(Items listed in a dataset)
★ ★ ★ ★ ★ ★ ★
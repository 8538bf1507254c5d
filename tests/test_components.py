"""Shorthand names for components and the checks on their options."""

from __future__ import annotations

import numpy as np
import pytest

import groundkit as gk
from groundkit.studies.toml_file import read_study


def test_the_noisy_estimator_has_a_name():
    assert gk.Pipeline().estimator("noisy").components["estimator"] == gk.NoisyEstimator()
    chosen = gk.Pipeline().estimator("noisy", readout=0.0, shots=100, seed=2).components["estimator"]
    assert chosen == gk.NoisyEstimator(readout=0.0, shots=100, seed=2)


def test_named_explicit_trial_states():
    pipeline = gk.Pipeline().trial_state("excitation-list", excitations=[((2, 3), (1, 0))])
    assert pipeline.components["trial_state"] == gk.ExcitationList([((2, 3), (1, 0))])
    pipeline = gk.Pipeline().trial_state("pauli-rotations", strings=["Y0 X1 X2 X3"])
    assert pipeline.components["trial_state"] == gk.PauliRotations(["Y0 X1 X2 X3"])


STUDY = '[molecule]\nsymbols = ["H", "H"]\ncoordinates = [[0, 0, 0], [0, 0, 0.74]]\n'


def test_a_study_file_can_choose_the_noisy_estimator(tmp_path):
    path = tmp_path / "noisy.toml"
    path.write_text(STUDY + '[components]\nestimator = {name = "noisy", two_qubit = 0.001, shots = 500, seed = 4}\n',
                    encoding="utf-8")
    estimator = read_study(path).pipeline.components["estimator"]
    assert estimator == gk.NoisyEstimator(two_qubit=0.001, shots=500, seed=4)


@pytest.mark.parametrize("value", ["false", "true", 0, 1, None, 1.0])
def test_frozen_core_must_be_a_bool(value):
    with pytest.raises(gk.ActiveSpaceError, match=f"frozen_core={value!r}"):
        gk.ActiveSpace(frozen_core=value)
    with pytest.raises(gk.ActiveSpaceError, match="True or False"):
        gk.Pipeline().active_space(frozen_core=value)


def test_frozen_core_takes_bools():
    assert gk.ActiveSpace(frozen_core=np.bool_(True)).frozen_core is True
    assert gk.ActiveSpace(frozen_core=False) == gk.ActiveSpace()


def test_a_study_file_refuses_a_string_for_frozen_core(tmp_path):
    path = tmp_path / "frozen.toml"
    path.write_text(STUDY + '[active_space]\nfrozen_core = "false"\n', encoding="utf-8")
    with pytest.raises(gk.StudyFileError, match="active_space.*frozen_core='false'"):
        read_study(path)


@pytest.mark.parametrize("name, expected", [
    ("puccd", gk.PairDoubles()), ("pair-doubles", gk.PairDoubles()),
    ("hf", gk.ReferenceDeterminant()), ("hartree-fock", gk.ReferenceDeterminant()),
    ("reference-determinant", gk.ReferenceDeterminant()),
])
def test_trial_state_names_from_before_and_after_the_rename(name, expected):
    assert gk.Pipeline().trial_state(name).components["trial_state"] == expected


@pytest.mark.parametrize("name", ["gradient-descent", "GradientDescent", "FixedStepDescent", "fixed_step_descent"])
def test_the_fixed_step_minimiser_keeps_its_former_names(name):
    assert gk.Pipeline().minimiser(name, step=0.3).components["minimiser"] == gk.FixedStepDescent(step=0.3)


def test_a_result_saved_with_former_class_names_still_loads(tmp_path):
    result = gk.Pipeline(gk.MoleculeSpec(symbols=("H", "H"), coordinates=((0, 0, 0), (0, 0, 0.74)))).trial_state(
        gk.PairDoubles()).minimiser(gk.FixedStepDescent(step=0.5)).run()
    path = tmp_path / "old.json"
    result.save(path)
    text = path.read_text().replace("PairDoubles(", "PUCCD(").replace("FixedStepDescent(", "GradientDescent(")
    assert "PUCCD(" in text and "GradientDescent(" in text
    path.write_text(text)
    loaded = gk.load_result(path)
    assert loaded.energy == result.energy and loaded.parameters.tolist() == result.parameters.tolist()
★ ★ ★ ★ ★ ★ ★
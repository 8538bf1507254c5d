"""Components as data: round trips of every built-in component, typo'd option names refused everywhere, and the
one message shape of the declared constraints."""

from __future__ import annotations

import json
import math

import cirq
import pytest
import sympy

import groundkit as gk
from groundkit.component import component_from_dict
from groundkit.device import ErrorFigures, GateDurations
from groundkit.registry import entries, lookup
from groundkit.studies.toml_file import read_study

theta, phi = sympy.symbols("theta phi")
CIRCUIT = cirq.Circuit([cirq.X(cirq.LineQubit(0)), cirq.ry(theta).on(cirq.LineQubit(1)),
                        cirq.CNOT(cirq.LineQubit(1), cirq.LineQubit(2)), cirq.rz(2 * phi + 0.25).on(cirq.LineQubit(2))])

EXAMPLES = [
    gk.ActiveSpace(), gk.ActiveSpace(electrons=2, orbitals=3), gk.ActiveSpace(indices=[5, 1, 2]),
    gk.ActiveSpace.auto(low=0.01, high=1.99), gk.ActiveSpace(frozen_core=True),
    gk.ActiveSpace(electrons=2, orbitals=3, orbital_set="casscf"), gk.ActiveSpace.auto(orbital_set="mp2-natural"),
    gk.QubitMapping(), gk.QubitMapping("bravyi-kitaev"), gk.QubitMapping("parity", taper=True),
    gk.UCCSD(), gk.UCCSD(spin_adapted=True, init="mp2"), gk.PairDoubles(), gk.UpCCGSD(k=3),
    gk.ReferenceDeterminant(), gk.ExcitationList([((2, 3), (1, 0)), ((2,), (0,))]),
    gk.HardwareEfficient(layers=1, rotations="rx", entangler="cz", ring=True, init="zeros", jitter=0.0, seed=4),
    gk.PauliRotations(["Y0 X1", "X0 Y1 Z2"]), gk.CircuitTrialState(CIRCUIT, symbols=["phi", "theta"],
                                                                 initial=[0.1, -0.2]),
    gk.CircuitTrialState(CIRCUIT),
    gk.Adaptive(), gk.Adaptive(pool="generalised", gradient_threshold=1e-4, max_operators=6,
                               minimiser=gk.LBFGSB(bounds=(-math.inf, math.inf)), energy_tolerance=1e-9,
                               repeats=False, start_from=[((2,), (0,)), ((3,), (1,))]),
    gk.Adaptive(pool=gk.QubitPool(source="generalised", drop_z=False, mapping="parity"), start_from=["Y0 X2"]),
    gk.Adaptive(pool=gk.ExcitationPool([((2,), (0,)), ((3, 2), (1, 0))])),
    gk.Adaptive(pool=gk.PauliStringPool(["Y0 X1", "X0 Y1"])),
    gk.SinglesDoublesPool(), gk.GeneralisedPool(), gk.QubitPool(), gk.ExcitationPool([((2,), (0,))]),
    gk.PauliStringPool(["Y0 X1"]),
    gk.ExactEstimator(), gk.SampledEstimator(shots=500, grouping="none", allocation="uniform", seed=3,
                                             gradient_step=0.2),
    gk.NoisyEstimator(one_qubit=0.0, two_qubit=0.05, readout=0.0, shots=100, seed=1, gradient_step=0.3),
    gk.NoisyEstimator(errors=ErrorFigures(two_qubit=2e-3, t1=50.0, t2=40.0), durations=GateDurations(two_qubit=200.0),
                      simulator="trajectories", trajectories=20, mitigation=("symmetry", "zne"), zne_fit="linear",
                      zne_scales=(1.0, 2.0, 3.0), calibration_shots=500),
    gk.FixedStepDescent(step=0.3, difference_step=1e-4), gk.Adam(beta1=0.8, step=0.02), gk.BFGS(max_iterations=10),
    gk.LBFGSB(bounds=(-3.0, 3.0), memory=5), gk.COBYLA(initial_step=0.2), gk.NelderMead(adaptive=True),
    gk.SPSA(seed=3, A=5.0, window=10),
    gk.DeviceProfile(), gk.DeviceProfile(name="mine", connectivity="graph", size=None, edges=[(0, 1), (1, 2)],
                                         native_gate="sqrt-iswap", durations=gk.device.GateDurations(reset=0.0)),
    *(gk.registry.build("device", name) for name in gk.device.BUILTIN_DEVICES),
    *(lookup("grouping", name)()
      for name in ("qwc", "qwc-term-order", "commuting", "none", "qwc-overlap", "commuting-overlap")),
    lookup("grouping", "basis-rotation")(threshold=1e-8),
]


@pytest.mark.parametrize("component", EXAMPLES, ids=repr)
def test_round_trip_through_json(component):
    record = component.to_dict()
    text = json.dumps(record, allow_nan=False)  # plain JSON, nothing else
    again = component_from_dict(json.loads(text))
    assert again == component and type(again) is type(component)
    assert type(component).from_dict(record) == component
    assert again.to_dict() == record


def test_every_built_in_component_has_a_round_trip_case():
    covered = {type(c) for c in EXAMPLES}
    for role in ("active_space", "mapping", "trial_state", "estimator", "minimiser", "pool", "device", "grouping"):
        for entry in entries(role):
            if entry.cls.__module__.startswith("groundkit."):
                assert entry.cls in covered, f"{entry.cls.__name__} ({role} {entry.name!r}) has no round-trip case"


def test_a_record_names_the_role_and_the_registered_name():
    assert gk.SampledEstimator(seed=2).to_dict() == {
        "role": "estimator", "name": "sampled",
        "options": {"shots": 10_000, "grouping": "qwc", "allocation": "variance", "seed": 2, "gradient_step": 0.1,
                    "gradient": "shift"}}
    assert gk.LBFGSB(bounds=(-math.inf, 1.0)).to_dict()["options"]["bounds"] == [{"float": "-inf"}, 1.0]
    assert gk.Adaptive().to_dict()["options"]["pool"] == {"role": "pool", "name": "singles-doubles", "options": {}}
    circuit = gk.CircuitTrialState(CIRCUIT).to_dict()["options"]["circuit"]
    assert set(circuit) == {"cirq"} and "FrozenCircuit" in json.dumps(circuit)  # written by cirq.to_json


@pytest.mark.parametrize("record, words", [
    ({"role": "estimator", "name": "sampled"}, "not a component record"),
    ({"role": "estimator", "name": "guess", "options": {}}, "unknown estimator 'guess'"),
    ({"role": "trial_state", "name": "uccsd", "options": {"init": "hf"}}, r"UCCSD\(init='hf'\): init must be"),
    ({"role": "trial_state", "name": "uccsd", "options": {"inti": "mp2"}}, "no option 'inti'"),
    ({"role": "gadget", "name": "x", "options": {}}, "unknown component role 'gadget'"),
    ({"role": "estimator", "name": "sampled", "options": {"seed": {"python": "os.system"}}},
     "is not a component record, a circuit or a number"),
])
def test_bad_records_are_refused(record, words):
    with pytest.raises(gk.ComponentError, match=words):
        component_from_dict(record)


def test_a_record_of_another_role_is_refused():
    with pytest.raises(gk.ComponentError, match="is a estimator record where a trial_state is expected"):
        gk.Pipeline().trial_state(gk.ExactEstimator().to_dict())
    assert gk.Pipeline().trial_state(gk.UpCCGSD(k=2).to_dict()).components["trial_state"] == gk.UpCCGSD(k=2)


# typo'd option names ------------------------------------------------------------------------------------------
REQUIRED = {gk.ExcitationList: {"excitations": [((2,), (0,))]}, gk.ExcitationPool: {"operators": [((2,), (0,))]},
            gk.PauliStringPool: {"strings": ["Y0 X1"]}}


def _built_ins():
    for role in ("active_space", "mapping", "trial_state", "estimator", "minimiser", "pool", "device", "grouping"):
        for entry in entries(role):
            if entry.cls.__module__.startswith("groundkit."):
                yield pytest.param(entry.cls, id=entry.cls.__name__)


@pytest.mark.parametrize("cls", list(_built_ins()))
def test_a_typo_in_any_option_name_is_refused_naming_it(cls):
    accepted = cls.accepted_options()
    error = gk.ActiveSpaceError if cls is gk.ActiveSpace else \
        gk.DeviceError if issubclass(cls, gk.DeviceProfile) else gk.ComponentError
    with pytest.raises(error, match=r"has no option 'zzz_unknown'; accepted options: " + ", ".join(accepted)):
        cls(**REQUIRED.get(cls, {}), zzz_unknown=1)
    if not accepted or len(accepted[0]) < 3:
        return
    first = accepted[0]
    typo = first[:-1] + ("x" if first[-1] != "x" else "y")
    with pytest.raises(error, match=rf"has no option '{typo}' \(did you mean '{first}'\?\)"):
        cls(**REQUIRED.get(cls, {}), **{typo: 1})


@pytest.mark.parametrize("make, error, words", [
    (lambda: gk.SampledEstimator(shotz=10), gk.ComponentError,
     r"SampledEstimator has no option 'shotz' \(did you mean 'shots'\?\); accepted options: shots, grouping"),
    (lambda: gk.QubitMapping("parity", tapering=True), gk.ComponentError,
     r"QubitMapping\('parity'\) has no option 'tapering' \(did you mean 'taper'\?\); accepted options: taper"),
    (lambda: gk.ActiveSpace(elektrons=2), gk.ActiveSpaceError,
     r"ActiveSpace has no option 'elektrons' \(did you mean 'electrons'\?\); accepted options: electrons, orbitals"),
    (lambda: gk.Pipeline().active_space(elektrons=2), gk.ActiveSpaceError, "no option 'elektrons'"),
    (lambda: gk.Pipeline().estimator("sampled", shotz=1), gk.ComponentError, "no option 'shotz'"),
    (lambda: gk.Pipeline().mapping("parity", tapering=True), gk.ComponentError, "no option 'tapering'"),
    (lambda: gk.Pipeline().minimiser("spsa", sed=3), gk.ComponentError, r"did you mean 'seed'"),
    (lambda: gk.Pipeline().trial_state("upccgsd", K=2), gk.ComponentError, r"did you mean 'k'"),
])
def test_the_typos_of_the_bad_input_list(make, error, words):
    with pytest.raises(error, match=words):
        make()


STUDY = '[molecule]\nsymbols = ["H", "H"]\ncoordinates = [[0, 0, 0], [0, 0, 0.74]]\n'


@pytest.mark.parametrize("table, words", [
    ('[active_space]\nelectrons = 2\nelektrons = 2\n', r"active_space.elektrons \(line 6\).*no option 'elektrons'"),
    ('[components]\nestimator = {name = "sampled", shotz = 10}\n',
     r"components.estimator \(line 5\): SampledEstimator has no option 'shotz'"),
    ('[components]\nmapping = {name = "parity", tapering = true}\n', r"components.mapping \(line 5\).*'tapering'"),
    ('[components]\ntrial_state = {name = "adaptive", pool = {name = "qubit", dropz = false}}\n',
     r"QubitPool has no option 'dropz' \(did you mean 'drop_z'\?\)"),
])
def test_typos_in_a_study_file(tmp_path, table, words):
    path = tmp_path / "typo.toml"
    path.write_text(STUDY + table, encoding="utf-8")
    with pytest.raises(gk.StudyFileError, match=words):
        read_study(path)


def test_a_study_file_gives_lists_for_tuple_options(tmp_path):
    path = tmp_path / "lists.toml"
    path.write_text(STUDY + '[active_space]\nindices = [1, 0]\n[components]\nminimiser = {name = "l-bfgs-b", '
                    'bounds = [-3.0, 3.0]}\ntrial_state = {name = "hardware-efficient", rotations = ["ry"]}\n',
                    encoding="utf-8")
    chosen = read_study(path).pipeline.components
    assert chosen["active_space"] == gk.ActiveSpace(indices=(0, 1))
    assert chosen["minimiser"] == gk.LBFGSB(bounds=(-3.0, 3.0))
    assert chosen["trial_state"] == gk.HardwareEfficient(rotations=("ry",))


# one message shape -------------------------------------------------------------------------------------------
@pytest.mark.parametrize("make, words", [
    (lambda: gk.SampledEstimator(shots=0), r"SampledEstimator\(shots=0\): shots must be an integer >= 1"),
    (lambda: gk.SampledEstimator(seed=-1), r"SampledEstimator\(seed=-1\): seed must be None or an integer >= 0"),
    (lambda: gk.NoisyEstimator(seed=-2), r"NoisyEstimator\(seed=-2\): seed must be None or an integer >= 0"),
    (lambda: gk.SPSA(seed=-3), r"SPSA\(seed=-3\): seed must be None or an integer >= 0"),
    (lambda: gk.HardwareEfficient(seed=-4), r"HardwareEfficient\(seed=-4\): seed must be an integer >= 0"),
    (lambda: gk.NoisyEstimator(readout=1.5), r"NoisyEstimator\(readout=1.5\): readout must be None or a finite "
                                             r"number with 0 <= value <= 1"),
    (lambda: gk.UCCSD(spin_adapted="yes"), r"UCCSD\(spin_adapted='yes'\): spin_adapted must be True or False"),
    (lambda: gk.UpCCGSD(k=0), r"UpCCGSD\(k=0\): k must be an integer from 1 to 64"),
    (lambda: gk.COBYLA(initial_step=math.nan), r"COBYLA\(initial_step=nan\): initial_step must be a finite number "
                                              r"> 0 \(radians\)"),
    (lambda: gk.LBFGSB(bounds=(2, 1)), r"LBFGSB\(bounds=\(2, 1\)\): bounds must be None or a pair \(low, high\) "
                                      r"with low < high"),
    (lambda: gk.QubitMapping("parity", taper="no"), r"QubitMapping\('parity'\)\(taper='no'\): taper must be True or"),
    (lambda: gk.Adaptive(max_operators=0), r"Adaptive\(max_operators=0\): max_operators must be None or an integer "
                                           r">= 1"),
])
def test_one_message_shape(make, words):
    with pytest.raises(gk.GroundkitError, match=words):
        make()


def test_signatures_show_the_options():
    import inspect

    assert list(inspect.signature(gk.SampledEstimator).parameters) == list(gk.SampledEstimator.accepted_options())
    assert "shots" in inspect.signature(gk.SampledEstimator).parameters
★ ★ ★ ★ ★ ★ ★
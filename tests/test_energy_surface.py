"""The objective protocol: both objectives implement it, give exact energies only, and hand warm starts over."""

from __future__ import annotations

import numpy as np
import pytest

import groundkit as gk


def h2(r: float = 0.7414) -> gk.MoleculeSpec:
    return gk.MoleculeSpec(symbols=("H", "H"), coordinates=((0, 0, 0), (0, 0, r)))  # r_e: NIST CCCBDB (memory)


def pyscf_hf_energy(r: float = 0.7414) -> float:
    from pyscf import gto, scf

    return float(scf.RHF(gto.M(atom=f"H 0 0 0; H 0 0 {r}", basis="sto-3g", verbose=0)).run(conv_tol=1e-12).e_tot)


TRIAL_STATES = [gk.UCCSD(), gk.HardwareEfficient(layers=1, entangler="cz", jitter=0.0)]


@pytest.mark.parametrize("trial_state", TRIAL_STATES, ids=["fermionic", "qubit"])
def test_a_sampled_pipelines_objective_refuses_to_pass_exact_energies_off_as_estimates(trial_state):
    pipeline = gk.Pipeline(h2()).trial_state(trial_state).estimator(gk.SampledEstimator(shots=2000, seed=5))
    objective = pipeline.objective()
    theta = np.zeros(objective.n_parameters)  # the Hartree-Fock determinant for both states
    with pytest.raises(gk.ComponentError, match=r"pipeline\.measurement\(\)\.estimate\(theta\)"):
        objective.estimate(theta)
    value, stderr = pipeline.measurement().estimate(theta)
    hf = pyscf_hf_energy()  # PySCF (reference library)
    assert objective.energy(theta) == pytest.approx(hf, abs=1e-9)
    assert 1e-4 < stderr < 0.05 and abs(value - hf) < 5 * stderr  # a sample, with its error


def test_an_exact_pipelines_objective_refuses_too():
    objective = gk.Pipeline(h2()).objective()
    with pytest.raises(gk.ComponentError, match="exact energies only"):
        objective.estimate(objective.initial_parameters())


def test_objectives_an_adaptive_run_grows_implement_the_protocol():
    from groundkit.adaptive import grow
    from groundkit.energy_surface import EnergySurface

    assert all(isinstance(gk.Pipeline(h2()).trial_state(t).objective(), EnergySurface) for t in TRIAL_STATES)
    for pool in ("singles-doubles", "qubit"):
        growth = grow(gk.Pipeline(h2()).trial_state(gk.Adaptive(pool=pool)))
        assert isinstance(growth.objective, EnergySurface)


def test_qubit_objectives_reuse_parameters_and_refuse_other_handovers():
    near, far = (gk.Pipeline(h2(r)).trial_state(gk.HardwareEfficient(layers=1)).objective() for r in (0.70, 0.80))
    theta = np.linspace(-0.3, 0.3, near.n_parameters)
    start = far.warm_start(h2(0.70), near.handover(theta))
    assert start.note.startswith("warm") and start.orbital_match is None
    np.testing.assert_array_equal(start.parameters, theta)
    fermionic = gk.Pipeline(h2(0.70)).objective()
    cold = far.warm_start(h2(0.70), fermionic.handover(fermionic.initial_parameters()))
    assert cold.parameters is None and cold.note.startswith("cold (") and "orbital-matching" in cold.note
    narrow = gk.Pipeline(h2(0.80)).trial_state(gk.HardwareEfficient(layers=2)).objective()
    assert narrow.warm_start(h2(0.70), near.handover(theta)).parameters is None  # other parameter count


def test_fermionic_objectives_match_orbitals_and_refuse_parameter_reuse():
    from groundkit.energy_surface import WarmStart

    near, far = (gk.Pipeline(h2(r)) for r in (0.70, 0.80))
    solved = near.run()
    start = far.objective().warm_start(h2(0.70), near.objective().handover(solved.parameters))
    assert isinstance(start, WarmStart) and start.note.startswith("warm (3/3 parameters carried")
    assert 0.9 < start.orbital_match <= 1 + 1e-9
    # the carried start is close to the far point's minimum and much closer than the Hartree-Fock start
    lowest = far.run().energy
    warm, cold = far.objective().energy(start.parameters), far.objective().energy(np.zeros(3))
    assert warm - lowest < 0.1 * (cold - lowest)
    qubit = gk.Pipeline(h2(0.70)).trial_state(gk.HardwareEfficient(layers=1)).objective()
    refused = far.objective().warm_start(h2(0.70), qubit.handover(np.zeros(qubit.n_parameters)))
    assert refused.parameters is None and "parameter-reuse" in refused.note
★ ★ ★ ★ ★ ★ ★
▶ TASK DIRECTIONS:
Please filter the entries above down to the lines holding "high" and copy them.

▶ SOLUTION TO THE EXERCISE:
    gk.ActiveSpace.auto(low=0.01, high=1.99), gk.ActiveSpace(frozen_core=True),
    (lambda: gk.LBFGSB(bounds=(2, 1)), r"LBFGSB\(bounds=\(2, 1\)\): bounds must be None or a pair \(low, high\) "
                                      r"with low < high"),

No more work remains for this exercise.